Ordinarily, Shah says, a machine-learning system learns two things: the features of the data set that are useful for prediction, and the mathematical function that computes a prediction from those features. For purposes of predicting movie tastes, useful features might include a movie’s genre, its box office performance, the number of Oscar nominations it received, the historical box-office success of its leads, its distributor, or any number of other things.
Each of a movie-streaming service’s customers has his or her own value function: One might be inclined to rate a movie much more highly if it fits in the action genre and has a big budget; another might give a high rating to a movie that received numerous Oscar nominations and has a small, arty distributor.
Playing the odds
In the new analytic scheme, “You don’t learn features; you don’t learn functions,” Shah says. But the researchers do assume that each user’s value function stays the same: The relative weight that a user assigns to, say, genre and distributor doesn’t change. The researchers also assume that each user’s function is operating on the same set of movie features.
This, it turns out, provides enough consistency that it’s possible to draw statistical inferences about the likelihood that one user’s ratings will predict another’s.
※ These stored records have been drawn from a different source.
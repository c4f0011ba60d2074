import { curveColour, type ApiCurve } from './chart-data';

/**
 * A small picture of a measured curve family: one line per gate step, ID against VDS, no
 * axes. Enough to see at a glance that a file held sensible curves; the part page has the
 * full chart.
 */
export default function CurveThumbnail({ curves, width = 120, height = 64, label }: { curves: readonly ApiCurve[]; width?: number; height?: number; label: string }) {
  const vdsMax = Math.max(1e-12, ...curves.flatMap((c) => c.vds_v.map(Math.abs)));
  const idMax = Math.max(1e-15, ...curves.flatMap((c) => c.id_a.map(Math.abs)));
  const pad = 3;
  const x = (v: number) => pad + (Math.abs(v) / vdsMax) * (width - 2 * pad);
  const y = (i: number) => height - pad - (Math.abs(i) / idMax) * (height - 2 * pad);
  return (
    <svg width={width} height={height} viewBox={`0 0 ${width} ${height}`} role="img" aria-label={label} className="rounded border border-paper-line bg-white">
      {curves.map((c, k) => (
        <polyline
          key={k}
          fill="none"
          stroke={curveColour(k)}
          strokeWidth={1.3}
          points={c.vds_v.map((v, i) => `${x(v).toFixed(1)},${y(c.id_a[i] ?? 0).toFixed(1)}`).join(' ')}
        />
      ))}
    </svg>
  );
}
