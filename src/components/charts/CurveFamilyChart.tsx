import { Axis, GlyphSeries, Grid, LineSeries, Tooltip, XYChart, buildChartTheme } from '@visx/xychart';
import { useRef, useState, type KeyboardEvent, type PointerEvent } from 'react';
import type { JfetParams } from '~/core/jfet-model';
import { curveColour, measuredPoints, modelLines, vgsLabel, type ApiCurve, type MeasuredPoint } from './chart-data';
import { useWidth } from './use-width';

/** The charts' look, shared by every xychart on the part page. */
export const chartTheme = buildChartTheme({
  backgroundColor: '#ffffff',
  colors: ['#217e7a'],
  gridColor: '#d9d7cc',
  gridColorDark: '#6b7c85',
  tickLength: 4,
  svgLabelSmall: { fill: '#3d4f59', fontSize: 11, fontFamily: '"Source Sans 3", system-ui, sans-serif' },
  svgLabelBig: { fill: '#15232b', fontSize: 12, fontFamily: '"Source Sans 3", system-ui, sans-serif' },
});

interface Props {
  curves: ApiCurve[];
  channel: 'n' | 'p';
  params: JfetParams | null;
  /** "curve:point" keys of points left out of the fit (by a person or by a flag). */
  excluded: ReadonlySet<string>;
  /** When given, clicking a measured point calls it (to leave the point out or put it back). */
  onTogglePoint?: (curve: number, point: number) => void;
  /**
   * When given, points can also be chosen by dragging a box (all inside it are left out, or
   * put back when all were out already) and from the keyboard (arrows move, Space toggles).
   */
  onSetPoints?: (points: [number, number][], leaveOut: boolean) => void;
  height?: number;
}

/**
 * The measured curve family (dots) with the fitted model over it (lines). P-channel parts are
 * drawn as magnitudes; the legend gives each gate step in datasheet sign. Left-out points are
 * drawn hollow.
 */
export default function CurveFamilyChart({ curves, channel, params, excluded, onTogglePoint, onSetPoints, height = 380 }: Props) {
  const { ref, width } = useWidth<HTMLDivElement>();
  const drag = useRef<{ x: number; y: number; moved: boolean } | null>(null);
  const [box, setBox] = useState<{ left: number; top: number; width: number; height: number } | null>(null);
  const [cursor, setCursor] = useState<{ curve: number; point: number } | null>(null);
  const selectable = Boolean(onSetPoints);

  function onPointerDown(e: PointerEvent<HTMLElement>) {
    if (!selectable || e.button !== 0) return;
    drag.current = { x: e.clientX, y: e.clientY, moved: false };
  }
  function onPointerMove(e: PointerEvent<HTMLElement>) {
    const d = drag.current;
    if (!d) return;
    if (!d.moved && Math.hypot(e.clientX - d.x, e.clientY - d.y) < 6) return;
    d.moved = true;
    const origin = e.currentTarget.getBoundingClientRect();
    setBox({ left: Math.min(d.x, e.clientX) - origin.left, top: Math.min(d.y, e.clientY) - origin.top, width: Math.abs(e.clientX - d.x), height: Math.abs(e.clientY - d.y) });
  }
  function onPointerUp(e: PointerEvent<HTMLElement>) {
    const d = drag.current;
    drag.current = null;
    setBox(null);
    if (!d?.moved || !onSetPoints) return;
    const [x0, x1] = [Math.min(d.x, e.clientX), Math.max(d.x, e.clientX)];
    const [y0, y1] = [Math.min(d.y, e.clientY), Math.max(d.y, e.clientY)];
    const inside: [number, number][] = [];
    for (const el of e.currentTarget.querySelectorAll<SVGCircleElement>('circle[data-point]')) {
      const r = el.getBoundingClientRect();
      const cx = r.left + r.width / 2;
      const cy = r.top + r.height / 2;
      if (cx >= x0 && cx <= x1 && cy >= y0 && cy <= y1) inside.push(el.dataset.point!.split(':').map(Number) as [number, number]);
    }
    if (inside.length) onSetPoints(inside, !inside.every(([c, p]) => excluded.has(`${c}:${p}`)));
  }
  function onKeyDown(e: KeyboardEvent<HTMLElement>) {
    if (!selectable || curves.length === 0) return;
    const cur = cursor ?? { curve: 0, point: 0 };
    const last = (c: number) => Math.max(0, curves[c]!.vds_v.length - 1);
    let next = cur;
    if (e.key === 'ArrowRight') next = { ...cur, point: Math.min(last(cur.curve), cur.point + 1) };
    else if (e.key === 'ArrowLeft') next = { ...cur, point: Math.max(0, cur.point - 1) };
    else if (e.key === 'ArrowUp') next = { curve: Math.min(curves.length - 1, cur.curve + 1), point: Math.min(cur.point, last(Math.min(curves.length - 1, cur.curve + 1))) };
    else if (e.key === 'ArrowDown') next = { curve: Math.max(0, cur.curve - 1), point: Math.min(cur.point, last(Math.max(0, cur.curve - 1))) };
    else if (e.key === ' ' || e.key === 'Enter') {
      e.preventDefault();
      setCursor(cur);
      onSetPoints!([[cur.curve, cur.point]], !excluded.has(`${cur.curve}:${cur.point}`));
      return;
    } else return;
    e.preventDefault();
    setCursor(next);
  }
  const cursorText = cursor
    ? `VGS ${vgsLabel(curves[cursor.curve]!.vgs_v, channel)}, point ${cursor.point + 1} of ${curves[cursor.curve]!.vds_v.length}: VDS ${Math.abs(curves[cursor.curve]!.vds_v[cursor.point]!).toFixed(3)} V, ID ${(Math.abs(curves[cursor.curve]!.id_a[cursor.point]!) * 1e3).toFixed(4)} mA, ${excluded.has(`${cursor.curve}:${cursor.point}`) ? 'left out of the fit' : 'in the fit'}`
    : '';
  const points = measuredPoints(curves, excluded);
  const lines = params ? modelLines(curves, params) : [];
  const vdsMax = Math.max(...curves.flatMap((c) => c.vds_v), 1);
  const idMax = Math.max(...points.flat().map((p) => p.idMa), ...lines.flat().map((p) => p.idMa), 1e-3);
  const prefix = channel === 'p' ? '|' : '';
  const suffix = channel === 'p' ? '|' : '';
  return (
    <figure
      ref={ref}
      className={`relative w-full ${selectable ? 'select-none focus-visible:outline focus-visible:outline-2 focus-visible:outline-channel-500' : ''}`}
      aria-label="Measured curve family with the fitted model"
      tabIndex={selectable ? 0 : undefined}
      aria-describedby={selectable ? 'curve-keys-help' : undefined}
      onPointerDown={selectable ? onPointerDown : undefined}
      onPointerMove={selectable ? onPointerMove : undefined}
      onPointerUp={selectable ? onPointerUp : undefined}
      onKeyDown={selectable ? onKeyDown : undefined}
    >
      <XYChart
        width={width}
        height={height}
        theme={chartTheme}
        margin={{ top: 12, right: 16, bottom: 46, left: 58 }}
        xScale={{ type: 'linear', domain: [0, vdsMax], nice: true }}
        yScale={{ type: 'linear', domain: [0, idMax * 1.06], nice: true }}
        onPointerUp={
          onTogglePoint
            ? ({ datum, key }) => {
                // The end of a box drag is not a click on a point.
                if (drag.current?.moved) return;
                if (key.startsWith('measured-') && datum) {
                  const d = datum as MeasuredPoint;
                  onTogglePoint(d.curve, d.point);
                }
              }
            : undefined
        }
      >
        <Grid columns={false} numTicks={6} />
        <Axis orientation="bottom" label={`${prefix}VDS${suffix} (V)`} numTicks={8} />
        <Axis orientation="left" label={`${prefix}ID${suffix} (mA)`} numTicks={6} />
        {lines.map((line, i) => (
          <LineSeries
            key={`model-${i}`}
            dataKey={`model-${i}`}
            data={line}
            xAccessor={(d) => d.vdsV}
            yAccessor={(d) => d.idMa}
            stroke={curveColour(i)}
            strokeWidth={1.6}
            enableEvents={false}
          />
        ))}
        {points.map((pts, i) => (
          <GlyphSeries
            key={`measured-${i}`}
            dataKey={`measured-${i}`}
            data={pts}
            xAccessor={(d) => d.vdsV}
            yAccessor={(d) => d.idMa}
            size={5}
            renderGlyph={({ x, y, datum }) => {
              const at = cursor?.curve === datum.curve && cursor.point === datum.point;
              const dot = datum.excluded ? (
                <circle cx={x} cy={y} r={3.6} fill="#ffffff" stroke="#b3352b" strokeWidth={1.4} data-point={`${datum.curve}:${datum.point}`} data-excluded="true" />
              ) : (
                <circle cx={x} cy={y} r={2.6} fill={curveColour(i)} opacity={0.85} data-point={`${datum.curve}:${datum.point}`} />
              );
              return at ? (
                <g>
                  {dot}
                  <circle cx={x} cy={y} r={7} fill="none" stroke="#15232b" strokeWidth={1.6} data-testid="point-cursor" />
                </g>
              ) : (
                dot
              );
            }}
          />
        ))}
        <Tooltip<MeasuredPoint | { vdsV: number; idMa: number }>
          snapTooltipToDatumX
          snapTooltipToDatumY
          showVerticalCrosshair
          renderTooltip={({ tooltipData }) => {
            const n = tooltipData?.nearestDatum;
            if (!n || !n.key.startsWith('measured-')) return null;
            const d = n.datum as MeasuredPoint;
            return (
              <div className="text-xs">
                <div className="font-semibold">VGS {vgsLabel(curves[d.curve].vgs_v, channel)}</div>
                <div>
                  {prefix}VDS{suffix} {d.vdsV.toFixed(3)} V · {prefix}ID{suffix} {d.idMa.toFixed(4)} mA
                </div>
                {d.excluded && <div className="text-state-fault">left out of the fit</div>}
                {onTogglePoint && <div className="text-ink-faint">click to {d.excluded ? 'put it back' : 'leave it out'}</div>}
              </div>
            );
          }}
        />
      </XYChart>
      {box && <div className="pointer-events-none absolute border border-channel-600 bg-channel-100/40" style={box} aria-hidden="true" />}
      {selectable && (
        <>
          <p id="curve-keys-help" className="sr-only">
            Drag a box to leave out every point inside it (or put them back). From the keyboard: arrow keys move between points and curves, Space leaves the point out or puts it back.
          </p>
          <p className="sr-only" aria-live="polite" data-testid="point-cursor-text">{cursorText}</p>
        </>
      )}
      <figcaption className="mt-1 flex flex-wrap gap-x-4 gap-y-1 text-xs text-ink-soft">
        {curves.map((c, i) => (
          <span key={i} className="inline-flex items-center gap-1">
            <span className="inline-block h-2.5 w-2.5 rounded-full" style={{ background: curveColour(i) }} />
            VGS {vgsLabel(c.vgs_v, channel)}
          </span>
        ))}
        <span>· dots measured, lines fitted model{excluded.size ? ', hollow red dots left out' : ''}</span>
      </figcaption>
    </figure>
  );
}
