describe('the candidate cache follows stock changes made anywhere', () => {
  // The server keeps each type's in-stock candidates in memory and drops them when PostgreSQL
  // announces a change (NOTIFY sluice_stock from a trigger on part, migration 0005). A change
  // made behind the app's back, straight in SQL, must reach the next proposal all the same.
  const ask = { device_type: 'WS-N30', shape: 'pair', count: 1, id_a: 0.001, vds_v: 10, max_dvgs_v: 0.01 };
  const inStock = async () => (await propose(ask)).candidates.in_stock;
  const settle = async (want: number) => {
    // A notice reaches the server a moment after the commit; allow it that moment.
    for (let i = 0; i < 40; i++) {
      const n = await inStock();
      if (n === want) return n;
      await new Promise((r) => setTimeout(r, 50));
    }
    return inStock();
  };

  it('a part taken out of stock and put back in SQL is counted out and in again', async () => {
    const before = await inStock();
    await inStock(); // the cache is built and current
    const [part] = await getDb()
      .select({ id: schema.part.id })
      .from(schema.part)
      .innerJoin(schema.deviceType, eq(schema.deviceType.id, schema.part.deviceTypeId))
      .where(sql`${schema.deviceType.name} = 'WS-N30' AND ${schema.part.status} = 'in_stock'`)
      .limit(1);
    await getDb().execute(sql`UPDATE part SET status = 'quarantined' WHERE id = ${part!.id}`);
    expect(await settle(before - 1)).toBe(before - 1);
    await getDb().execute(sql`UPDATE part SET status = 'in_stock' WHERE id = ${part!.id}`);
    expect(await settle(before)).toBe(before);
  });

  it('a change to the type itself (its temperature coefficients) reaches the next proposal', async () => {
    const [type] = await getDb().select().from(schema.deviceType).where(eq(schema.deviceType.name, 'WS-N30'));
    const shiftAt = async () => (await propose({ ...ask, temperature_c: 35 })).sets[0]!.parts[0]!.temperature_shift_v;
    const first = await shiftAt();
    await getDb().execute(sql`UPDATE device_type SET vtotc_v_per_c = ${type!.vtotcVPerC * 2} WHERE id = ${type!.id}`);
    let later = await shiftAt();
    for (let i = 0; i < 40 && later === first; i++) {
      await new Promise((r) => setTimeout(r, 50));
      later = await shiftAt();
    }
    await getDb().execute(sql`UPDATE device_type SET vtotc_v_per_c = ${type!.vtotcVPerC} WHERE id = ${type!.id}`);
    expect(later).not.toBe(first);
  });

  it('only changes that touch stock are announced (parts in measurement or review are not)', async () => {
    const { default: pg } = await import('pg');
    const listener = new pg.Client({ connectionString: process.env.DATABASE_URL });
    await listener.connect();
    const heard: string[] = [];
    listener.on('notification', (n) => heard.push(n.payload ?? ''));
    await listener.query('LISTEN sluice_stock');
    try {
      const pick = async (status: string) =>
        (await getDb().execute<{ id: number; type: number }>(sql`SELECT id, device_type_id AS type FROM part WHERE status = ${status} LIMIT 1`)).rows[0];
      const outside = await pick('issued') ?? await pick('needs_review') ?? await pick('accepted');
      expect(outside, 'the demo has a part outside stock').toBeDefined();
      await getDb().execute(sql`UPDATE part SET updated_at = now() WHERE id = ${outside!.id}`);
      const inside = (await pick('in_stock'))!;
      await getDb().execute(sql`UPDATE part SET updated_at = now() WHERE id = ${inside.id}`);
      for (let i = 0; i < 40 && heard.length === 0; i++) await new Promise((r) => setTimeout(r, 50));
      await new Promise((r) => setTimeout(r, 250)); // room for a second notice, were one sent
      expect(heard).toEqual([String(inside.type)]);
    } finally {
      await listener.end();
    }
  });
});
“When we sample a movie, we don’t actually know what its feature is, so if we wanted to exactly predict the function, we wouldn’t be able to,” Lee says. “But if we just wanted to estimate the difference between users’ functions, we can compute that difference.”
Using their analytic framework, the researchers showed that, in cases of sparse data — which describes the situation of most online retailers — their “neighbor’s-neighbor” algorithm should yield more accurate predictions than any known algorithm.
Translating between this type of theoretical algorithmic analysis and working computer systems, however, often requires some innovative engineering, so the researchers’ next step is to try to apply their algorithm to real data.
“The algorithm they present is simple, intuitive, and elegant,” says George Chen, an assistant professor at Carnegie Mellon University's Heinz College of Public Policy and Information Systems, who was not involved in the research. “I'd be surprised if others haven't tried an algorithm that is similar, although Devavrat and Christina's paper with Christian Borgs and Jennifer Chayes presents, to my knowledge, the first theoretical performance guarantees for such an algorithm that handles the sparse sampling regime, which is what's most practically relevant in many scenarios.”